Search for the word "report" in the entries. Each line that holds it should be copied.

(Beginning of Records)

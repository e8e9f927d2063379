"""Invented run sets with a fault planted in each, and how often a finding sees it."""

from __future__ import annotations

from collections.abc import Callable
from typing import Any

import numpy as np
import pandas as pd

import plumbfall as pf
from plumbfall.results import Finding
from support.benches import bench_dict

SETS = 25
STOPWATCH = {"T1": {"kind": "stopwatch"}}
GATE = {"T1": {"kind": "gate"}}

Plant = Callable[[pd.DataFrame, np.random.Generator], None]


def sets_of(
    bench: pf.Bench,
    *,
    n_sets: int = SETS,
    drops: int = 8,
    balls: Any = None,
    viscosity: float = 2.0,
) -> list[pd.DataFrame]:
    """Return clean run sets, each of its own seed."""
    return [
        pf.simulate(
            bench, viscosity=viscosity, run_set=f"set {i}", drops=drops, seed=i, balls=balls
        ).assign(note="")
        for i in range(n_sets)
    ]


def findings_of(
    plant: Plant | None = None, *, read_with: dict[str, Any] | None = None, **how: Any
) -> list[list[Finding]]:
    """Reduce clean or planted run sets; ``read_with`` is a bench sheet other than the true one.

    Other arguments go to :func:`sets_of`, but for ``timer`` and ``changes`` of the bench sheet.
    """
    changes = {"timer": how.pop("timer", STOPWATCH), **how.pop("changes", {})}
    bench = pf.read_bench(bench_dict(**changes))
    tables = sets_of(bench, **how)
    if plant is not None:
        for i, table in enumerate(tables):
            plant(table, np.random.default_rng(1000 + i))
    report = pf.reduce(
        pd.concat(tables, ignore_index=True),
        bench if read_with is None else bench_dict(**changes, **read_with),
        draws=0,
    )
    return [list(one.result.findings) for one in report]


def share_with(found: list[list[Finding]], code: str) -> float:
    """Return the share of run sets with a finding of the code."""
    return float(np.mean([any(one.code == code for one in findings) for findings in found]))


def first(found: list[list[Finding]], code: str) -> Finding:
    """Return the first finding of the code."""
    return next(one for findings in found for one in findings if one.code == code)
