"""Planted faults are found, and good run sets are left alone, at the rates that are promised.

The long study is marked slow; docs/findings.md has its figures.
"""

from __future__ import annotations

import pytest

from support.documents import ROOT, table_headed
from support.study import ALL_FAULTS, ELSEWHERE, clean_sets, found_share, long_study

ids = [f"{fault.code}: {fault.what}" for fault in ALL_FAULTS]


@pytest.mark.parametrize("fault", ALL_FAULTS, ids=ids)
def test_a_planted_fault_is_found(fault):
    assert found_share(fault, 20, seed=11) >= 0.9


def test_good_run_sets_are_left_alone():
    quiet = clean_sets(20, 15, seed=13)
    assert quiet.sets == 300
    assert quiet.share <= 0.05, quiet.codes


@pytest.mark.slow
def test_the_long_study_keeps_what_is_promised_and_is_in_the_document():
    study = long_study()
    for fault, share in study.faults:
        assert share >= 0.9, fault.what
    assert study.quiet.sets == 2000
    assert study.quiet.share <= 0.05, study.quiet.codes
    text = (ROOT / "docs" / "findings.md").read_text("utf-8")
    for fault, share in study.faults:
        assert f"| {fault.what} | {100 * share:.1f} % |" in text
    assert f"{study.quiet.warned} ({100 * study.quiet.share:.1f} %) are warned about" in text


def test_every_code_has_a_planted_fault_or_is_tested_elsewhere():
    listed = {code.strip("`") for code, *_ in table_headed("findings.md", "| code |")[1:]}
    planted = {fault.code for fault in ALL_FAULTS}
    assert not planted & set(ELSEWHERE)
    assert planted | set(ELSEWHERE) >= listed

(End of Records)

* [Answer for this exercise]
    report = pf.reduce(
    return [list(one.result.findings) for one in report]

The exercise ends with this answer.